### RECORD EXTRACTS
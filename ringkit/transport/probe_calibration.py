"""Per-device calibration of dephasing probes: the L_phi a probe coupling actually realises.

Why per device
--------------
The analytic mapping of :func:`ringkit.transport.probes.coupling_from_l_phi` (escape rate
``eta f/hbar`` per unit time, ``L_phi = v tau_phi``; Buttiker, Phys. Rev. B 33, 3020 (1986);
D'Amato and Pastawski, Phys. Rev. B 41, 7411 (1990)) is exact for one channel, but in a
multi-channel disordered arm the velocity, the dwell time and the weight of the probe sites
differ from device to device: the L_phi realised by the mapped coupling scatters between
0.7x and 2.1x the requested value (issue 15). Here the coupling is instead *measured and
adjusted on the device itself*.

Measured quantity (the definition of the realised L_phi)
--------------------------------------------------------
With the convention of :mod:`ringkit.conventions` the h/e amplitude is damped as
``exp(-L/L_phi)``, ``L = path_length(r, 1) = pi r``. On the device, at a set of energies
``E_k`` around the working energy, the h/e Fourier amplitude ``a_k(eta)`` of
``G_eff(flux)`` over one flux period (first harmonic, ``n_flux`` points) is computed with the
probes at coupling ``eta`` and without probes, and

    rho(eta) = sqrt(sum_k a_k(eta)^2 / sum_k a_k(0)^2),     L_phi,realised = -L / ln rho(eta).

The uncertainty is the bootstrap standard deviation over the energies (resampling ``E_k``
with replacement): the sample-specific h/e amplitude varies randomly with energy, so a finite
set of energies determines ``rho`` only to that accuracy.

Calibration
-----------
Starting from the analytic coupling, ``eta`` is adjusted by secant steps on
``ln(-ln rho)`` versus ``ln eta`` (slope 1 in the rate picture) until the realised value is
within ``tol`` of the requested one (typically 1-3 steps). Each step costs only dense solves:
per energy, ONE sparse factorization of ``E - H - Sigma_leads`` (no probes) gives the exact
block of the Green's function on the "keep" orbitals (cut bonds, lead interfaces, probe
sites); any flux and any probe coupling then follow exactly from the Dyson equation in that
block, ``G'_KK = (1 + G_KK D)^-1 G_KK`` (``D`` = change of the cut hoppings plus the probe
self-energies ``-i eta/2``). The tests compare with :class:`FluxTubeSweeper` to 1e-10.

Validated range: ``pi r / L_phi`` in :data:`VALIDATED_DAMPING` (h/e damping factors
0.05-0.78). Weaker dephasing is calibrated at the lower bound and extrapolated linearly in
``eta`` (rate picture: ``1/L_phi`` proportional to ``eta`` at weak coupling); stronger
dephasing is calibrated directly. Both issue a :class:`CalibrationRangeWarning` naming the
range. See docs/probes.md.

### ASSIGNMENT
Report the number of lines in the material above that include the string "amplitude". Nothing else belongs in the answer.

### TASK RESULT
3